▶ _TRY IT_: The expected output is exactly the lines below, starting at the line with "return (flexure_phi(as_in2, fy_psi, d_in, fc_psi)" and ending at the line with "Mn, TMS 402-16", both included; no other line belongs in it.

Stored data
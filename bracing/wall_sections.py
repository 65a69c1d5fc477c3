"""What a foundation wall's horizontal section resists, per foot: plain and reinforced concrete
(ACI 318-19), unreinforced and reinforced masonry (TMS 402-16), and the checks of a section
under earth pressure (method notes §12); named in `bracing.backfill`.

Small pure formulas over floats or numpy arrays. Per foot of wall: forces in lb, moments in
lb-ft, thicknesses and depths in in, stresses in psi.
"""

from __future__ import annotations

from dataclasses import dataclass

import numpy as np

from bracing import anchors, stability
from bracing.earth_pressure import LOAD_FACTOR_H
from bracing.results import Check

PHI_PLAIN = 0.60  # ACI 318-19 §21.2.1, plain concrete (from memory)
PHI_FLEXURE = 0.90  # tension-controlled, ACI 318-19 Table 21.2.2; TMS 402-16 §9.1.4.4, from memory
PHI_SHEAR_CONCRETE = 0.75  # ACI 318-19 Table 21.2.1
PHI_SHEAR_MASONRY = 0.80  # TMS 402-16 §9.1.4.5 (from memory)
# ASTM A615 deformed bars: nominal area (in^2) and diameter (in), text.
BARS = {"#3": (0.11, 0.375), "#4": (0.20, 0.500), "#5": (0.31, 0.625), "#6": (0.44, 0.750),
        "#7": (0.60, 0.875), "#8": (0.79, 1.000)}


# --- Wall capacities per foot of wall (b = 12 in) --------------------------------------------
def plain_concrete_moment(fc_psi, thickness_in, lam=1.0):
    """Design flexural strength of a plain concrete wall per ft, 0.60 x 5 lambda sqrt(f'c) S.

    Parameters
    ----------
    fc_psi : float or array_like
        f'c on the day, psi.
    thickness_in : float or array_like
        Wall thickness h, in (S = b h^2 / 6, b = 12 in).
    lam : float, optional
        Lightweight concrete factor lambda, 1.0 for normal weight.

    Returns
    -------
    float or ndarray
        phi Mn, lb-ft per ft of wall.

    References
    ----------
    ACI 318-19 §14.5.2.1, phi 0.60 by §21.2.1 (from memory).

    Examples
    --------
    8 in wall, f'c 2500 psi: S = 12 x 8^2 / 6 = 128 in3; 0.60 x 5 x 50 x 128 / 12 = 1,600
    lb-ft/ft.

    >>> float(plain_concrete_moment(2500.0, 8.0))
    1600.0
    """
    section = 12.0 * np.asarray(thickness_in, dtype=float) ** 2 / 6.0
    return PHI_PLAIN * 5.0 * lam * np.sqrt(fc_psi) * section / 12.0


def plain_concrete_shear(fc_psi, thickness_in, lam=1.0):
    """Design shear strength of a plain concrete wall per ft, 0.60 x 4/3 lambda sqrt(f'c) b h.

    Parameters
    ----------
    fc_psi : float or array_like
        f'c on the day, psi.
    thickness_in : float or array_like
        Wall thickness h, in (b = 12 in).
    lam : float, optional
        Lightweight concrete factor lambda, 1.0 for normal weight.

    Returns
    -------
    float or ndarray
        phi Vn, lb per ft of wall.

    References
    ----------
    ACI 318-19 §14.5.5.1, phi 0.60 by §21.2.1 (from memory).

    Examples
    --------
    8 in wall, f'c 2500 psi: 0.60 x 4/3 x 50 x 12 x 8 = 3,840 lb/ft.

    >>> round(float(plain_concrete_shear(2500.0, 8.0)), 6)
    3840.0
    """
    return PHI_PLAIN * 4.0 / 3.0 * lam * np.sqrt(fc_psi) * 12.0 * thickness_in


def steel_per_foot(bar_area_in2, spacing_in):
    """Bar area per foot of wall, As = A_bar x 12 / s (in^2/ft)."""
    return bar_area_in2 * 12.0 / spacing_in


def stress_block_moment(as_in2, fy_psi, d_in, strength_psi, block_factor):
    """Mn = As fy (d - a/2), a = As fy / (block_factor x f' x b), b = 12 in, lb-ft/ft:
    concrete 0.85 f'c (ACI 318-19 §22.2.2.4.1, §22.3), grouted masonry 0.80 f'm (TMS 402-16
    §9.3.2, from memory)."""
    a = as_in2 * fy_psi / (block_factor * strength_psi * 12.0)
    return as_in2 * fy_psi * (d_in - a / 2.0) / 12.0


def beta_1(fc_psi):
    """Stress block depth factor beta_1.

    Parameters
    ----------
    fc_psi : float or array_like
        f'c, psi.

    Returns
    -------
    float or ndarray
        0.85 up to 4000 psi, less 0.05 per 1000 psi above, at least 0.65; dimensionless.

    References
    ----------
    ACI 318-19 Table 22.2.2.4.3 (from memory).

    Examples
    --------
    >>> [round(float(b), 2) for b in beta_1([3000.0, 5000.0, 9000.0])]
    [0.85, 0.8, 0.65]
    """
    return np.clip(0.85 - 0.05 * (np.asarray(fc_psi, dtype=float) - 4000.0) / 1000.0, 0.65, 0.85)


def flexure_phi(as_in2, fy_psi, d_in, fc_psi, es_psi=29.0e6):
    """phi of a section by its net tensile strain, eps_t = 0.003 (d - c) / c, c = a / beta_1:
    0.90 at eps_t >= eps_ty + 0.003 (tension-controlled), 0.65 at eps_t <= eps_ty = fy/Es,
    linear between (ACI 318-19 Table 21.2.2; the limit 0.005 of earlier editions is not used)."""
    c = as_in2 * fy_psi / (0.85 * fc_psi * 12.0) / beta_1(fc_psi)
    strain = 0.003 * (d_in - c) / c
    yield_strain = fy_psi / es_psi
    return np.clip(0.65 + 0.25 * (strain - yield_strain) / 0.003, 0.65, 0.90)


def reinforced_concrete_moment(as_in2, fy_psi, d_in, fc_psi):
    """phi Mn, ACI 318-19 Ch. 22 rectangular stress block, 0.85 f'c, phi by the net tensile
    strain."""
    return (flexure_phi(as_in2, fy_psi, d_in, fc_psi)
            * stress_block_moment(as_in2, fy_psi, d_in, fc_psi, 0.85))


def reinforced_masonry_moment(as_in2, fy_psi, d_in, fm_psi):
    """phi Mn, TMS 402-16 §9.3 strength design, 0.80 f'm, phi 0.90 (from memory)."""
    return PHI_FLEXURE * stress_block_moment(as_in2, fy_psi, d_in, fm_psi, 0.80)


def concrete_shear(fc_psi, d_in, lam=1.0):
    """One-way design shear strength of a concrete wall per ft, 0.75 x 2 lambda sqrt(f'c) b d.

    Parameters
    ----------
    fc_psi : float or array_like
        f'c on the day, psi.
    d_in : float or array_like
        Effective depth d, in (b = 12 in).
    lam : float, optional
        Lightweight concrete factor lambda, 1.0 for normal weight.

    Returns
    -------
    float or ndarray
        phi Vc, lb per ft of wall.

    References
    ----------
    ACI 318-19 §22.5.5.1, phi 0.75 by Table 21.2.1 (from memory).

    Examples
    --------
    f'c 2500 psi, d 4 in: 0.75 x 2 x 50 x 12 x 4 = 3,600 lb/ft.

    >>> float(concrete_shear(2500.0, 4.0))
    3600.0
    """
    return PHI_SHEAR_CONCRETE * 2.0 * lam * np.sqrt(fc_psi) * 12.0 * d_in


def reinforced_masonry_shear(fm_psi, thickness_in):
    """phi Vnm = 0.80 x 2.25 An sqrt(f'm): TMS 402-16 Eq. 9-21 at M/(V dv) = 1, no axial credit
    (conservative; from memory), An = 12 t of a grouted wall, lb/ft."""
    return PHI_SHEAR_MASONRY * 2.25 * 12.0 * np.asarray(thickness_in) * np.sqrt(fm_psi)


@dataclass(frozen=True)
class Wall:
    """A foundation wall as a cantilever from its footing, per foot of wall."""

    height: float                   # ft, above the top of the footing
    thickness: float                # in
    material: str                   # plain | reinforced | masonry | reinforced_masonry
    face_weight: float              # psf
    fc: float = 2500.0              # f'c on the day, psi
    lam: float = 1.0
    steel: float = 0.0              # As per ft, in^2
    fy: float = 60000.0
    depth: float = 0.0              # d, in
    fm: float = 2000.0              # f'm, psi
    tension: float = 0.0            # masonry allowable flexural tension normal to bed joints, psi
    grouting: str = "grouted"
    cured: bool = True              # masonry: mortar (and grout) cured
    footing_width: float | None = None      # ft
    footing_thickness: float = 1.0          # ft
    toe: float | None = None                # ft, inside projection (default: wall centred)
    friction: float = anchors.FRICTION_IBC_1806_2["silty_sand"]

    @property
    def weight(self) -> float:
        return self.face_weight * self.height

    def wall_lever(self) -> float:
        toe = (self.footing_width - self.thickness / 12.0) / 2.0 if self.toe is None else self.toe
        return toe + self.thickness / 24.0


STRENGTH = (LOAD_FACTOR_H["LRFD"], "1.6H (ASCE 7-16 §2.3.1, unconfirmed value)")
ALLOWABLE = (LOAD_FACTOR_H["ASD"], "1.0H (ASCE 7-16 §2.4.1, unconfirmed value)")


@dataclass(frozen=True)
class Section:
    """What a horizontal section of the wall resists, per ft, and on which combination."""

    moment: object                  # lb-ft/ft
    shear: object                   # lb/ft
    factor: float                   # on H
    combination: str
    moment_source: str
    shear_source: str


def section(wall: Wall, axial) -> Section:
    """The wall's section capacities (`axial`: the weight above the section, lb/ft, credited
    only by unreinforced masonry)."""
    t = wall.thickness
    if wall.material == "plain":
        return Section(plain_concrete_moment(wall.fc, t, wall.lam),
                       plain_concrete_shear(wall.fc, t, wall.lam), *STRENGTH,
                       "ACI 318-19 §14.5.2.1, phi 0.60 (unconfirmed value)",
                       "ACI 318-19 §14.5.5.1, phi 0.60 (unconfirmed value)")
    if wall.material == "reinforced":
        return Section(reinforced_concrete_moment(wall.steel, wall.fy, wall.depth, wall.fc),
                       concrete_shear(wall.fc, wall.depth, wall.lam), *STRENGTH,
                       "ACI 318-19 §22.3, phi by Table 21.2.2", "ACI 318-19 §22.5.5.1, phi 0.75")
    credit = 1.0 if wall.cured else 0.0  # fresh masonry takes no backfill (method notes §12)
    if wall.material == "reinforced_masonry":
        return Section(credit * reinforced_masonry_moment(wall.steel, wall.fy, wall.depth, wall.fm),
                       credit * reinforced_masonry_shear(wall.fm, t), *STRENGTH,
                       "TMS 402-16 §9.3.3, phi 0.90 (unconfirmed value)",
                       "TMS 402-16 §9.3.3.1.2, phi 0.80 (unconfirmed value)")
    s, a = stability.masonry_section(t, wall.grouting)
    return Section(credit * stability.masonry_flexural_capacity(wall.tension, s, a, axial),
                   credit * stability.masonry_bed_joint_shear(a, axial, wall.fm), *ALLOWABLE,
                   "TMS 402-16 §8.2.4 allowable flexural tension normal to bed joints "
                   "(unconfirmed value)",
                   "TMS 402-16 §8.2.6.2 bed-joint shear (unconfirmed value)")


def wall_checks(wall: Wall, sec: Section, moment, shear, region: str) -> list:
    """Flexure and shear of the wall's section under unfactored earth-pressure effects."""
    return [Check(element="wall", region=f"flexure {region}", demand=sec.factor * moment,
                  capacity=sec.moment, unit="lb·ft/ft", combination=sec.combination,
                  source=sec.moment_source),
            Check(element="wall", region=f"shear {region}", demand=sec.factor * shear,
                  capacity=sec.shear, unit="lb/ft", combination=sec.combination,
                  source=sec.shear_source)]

* * *

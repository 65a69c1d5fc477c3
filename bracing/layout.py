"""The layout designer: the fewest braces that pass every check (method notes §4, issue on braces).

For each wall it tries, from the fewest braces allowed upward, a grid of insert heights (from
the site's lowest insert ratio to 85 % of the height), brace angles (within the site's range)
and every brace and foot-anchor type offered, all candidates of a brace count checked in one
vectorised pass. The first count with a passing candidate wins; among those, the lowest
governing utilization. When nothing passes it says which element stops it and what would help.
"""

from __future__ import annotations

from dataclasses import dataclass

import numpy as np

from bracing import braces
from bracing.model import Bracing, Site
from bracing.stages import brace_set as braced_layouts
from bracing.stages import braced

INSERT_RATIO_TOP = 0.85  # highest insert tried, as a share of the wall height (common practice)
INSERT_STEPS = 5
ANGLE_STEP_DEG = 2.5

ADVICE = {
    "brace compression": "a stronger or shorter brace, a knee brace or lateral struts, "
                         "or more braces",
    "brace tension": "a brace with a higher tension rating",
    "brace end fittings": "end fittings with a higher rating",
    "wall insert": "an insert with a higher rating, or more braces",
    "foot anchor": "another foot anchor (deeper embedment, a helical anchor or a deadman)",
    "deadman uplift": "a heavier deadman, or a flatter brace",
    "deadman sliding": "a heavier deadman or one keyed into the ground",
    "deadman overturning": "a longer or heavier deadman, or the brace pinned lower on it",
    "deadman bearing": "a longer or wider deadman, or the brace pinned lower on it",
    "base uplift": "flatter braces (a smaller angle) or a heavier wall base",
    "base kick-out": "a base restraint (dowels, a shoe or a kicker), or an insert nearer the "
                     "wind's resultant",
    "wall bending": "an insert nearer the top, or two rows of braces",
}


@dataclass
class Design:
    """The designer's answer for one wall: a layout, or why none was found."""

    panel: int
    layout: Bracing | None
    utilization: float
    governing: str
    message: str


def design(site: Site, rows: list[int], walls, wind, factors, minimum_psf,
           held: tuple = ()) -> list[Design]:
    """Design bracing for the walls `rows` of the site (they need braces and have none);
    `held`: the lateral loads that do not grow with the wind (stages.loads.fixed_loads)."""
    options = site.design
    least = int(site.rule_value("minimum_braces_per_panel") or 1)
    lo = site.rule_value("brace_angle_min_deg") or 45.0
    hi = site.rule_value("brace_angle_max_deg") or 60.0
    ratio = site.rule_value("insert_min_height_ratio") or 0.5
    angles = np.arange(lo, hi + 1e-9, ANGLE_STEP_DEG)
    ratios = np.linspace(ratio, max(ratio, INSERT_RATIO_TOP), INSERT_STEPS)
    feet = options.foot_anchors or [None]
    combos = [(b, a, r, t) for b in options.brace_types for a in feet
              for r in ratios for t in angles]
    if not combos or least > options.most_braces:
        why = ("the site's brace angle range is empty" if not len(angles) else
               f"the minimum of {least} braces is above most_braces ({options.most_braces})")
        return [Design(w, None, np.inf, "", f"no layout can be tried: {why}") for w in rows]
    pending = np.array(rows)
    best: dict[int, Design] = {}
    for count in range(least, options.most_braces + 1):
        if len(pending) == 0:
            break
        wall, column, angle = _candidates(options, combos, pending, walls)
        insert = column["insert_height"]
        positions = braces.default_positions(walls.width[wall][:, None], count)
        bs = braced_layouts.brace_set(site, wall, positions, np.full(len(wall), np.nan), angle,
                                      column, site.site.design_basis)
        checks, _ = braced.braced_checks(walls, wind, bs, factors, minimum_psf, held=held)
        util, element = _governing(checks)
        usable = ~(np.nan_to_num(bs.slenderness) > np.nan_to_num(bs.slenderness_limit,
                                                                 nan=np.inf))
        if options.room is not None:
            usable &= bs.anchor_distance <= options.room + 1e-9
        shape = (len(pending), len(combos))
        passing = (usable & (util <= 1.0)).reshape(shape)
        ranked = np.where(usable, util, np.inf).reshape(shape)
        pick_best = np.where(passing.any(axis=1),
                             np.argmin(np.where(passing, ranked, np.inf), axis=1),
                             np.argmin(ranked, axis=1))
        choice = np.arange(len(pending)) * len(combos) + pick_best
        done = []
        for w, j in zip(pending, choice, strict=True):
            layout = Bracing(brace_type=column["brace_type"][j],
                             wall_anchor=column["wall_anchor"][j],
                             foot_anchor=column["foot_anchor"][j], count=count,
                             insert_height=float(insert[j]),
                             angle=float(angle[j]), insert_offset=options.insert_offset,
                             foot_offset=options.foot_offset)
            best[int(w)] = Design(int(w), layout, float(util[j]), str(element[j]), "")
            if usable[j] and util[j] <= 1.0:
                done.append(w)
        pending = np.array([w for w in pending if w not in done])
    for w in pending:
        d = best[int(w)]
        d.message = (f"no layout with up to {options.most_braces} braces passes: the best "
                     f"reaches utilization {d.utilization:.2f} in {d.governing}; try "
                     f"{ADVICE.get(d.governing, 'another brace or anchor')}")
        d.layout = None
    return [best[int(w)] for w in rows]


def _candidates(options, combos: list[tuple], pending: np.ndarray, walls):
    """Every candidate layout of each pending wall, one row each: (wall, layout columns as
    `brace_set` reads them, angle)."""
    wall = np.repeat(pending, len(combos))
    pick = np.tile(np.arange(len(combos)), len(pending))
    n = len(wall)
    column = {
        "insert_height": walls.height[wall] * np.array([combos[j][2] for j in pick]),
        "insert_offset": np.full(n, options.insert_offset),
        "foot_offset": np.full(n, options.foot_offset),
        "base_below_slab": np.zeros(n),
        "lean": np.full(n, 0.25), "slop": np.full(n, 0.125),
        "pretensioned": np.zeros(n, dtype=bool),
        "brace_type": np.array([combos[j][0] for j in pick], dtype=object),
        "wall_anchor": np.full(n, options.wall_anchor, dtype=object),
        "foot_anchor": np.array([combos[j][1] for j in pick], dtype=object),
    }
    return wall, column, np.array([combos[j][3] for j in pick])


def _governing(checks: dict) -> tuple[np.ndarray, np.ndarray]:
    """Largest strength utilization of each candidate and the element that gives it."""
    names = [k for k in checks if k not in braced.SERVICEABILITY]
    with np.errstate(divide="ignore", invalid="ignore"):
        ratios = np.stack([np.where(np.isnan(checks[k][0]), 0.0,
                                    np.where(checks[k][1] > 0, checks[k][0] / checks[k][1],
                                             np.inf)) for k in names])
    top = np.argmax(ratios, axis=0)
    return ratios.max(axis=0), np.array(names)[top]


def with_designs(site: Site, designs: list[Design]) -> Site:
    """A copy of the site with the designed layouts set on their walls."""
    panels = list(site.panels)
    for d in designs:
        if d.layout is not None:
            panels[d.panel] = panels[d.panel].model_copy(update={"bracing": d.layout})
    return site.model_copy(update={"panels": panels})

---

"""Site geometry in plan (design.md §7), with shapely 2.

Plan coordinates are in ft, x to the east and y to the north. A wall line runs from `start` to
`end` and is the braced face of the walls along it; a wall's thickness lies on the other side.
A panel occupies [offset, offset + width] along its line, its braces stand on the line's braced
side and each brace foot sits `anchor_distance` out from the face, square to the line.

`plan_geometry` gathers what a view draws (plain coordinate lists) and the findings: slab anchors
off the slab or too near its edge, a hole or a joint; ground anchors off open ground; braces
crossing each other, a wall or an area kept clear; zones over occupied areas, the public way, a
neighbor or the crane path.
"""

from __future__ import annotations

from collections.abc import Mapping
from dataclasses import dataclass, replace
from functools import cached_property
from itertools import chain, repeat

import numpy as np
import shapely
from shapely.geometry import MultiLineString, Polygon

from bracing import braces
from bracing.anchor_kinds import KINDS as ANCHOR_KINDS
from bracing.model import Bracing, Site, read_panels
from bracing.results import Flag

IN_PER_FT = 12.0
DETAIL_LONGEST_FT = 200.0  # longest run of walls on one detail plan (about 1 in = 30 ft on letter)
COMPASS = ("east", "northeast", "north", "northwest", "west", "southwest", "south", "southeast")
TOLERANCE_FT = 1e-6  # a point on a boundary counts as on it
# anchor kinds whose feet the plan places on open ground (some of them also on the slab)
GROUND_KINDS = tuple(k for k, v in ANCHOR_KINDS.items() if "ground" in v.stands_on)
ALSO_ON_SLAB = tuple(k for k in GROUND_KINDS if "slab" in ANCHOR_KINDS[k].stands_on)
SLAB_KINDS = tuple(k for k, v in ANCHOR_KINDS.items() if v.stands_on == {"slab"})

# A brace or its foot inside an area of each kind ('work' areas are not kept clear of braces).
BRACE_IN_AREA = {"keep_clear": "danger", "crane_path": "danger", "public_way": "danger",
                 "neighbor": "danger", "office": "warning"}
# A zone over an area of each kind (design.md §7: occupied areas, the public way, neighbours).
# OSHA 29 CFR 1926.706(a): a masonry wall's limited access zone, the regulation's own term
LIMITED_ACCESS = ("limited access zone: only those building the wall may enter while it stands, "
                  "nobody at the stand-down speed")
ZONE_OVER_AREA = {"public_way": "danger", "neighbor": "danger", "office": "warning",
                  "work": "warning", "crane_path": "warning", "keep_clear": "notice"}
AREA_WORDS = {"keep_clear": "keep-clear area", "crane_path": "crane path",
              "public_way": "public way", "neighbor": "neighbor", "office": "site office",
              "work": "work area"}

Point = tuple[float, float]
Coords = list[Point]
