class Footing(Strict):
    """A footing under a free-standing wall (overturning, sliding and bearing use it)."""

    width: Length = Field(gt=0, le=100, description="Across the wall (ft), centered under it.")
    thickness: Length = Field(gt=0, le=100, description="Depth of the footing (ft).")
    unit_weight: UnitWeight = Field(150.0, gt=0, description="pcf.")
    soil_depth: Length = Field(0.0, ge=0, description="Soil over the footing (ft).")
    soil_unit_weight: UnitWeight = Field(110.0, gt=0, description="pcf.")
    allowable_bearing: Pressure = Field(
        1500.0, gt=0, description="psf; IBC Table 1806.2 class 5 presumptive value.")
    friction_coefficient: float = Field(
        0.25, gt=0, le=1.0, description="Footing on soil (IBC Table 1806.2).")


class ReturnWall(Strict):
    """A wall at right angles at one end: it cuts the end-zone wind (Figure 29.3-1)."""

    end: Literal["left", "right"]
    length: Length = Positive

▶ _RESULT OF THIS EXERCISE_:
    return (flexure_phi(as_in2, fy_psi, d_in, fc_psi)
            * stress_block_moment(as_in2, fy_psi, d_in, fc_psi, 0.85))


def reinforced_masonry_moment(as_in2, fy_psi, d_in, fm_psi):
    """phi Mn, TMS 402-16 §9.3 strength design, 0.80 f'm, phi 0.90 (from memory)."""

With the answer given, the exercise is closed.